◆ YOUR OBJECTIVE
Please restate each entry exactly, without skipping any.

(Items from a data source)
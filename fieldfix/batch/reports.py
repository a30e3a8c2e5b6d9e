"""The per-subject report, built from the subject's derivative job summaries, and what the group
table reads back from it (the report's typed numbers, :class:`fieldfix.outputs.ReportSummary`).
"""

from __future__ import annotations

from dataclasses import dataclass
from pathlib import Path

from ..outputs import ReportFiles, ReportSummary
from ..records import Record
from ..report import build_report

__all__ = ["SubjectReport", "subject_report", "report_edge_gains"]


@dataclass(frozen=True)
class SubjectReport(Record):
    """What the report task made (names inside its folder)."""

    outputs: ReportFiles


def subject_report(summaries: list[Path], out_dir: Path, *, title: str) -> SubjectReport:
    """Build one subject's report from its derivative job summaries into `out_dir`.

    The summaries name their outputs relative to their own folders and are vouched for by the
    derivatives' ledger, so the report opens them (and the distorted runs) directly.
    """
    html = build_report(list(summaries), out_path=out_dir, title=title)
    return SubjectReport(outputs=ReportFiles.named(Path(html).stem))


def report_edge_gains(numbers_path: Path) -> dict[str, float]:
    """Run stem -> :meth:`fieldfix.outputs.ReportRun.edge_agreement_gain`, from a report's ``report.json``."""
    gains = {run.stem: run.edge_agreement_gain() for run in ReportSummary.read(numbers_path).runs}
    return {stem: gain for stem, gain in gains.items() if gain is not None}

◆ ANSWER TO THE PROBLEM
filename fieldfix/batch/reports.py
repository a30e3a8c2e5b6d9e
"""The per-subject report, built from the subject's derivative job summaries, and what the group
table reads back from it (the report's typed numbers, :class:`fieldfix.outputs.ReportSummary`).
"""

from __future__ import annotations

from dataclasses import dataclass
from pathlib import Path

from ..outputs import ReportFiles, ReportSummary
from ..records import Record
from ..report import build_report

__all__ = ["SubjectReport", "subject_report", "report_edge_gains"]


@dataclass(frozen=True)
class SubjectReport(Record):
    """What the report task made (names inside its folder)."""

    outputs: ReportFiles


def subject_report(summaries: list[Path], out_dir: Path, *, title: str) -> SubjectReport:
    """Build one subject's report from its derivative job summaries into `out_dir`.

    The summaries name their outputs relative to their own folders and are vouched for by the
    derivatives' ledger, so the report opens them (and the distorted runs) directly.
    """
    html = build_report(list(summaries), out_path=out_dir, title=title)
    return SubjectReport(outputs=ReportFiles.named(Path(html).stem))


def report_edge_gains(numbers_path: Path) -> dict[str, float]:
    """Run stem -> :meth:`fieldfix.outputs.ReportRun.edge_agreement_gain`, from a report's ``report.json``."""
    gains = {run.stem: run.edge_agreement_gain() for run in ReportSummary.read(numbers_path).runs}
    return {stem: gain for stem, gain in gains.items() if gain is not None}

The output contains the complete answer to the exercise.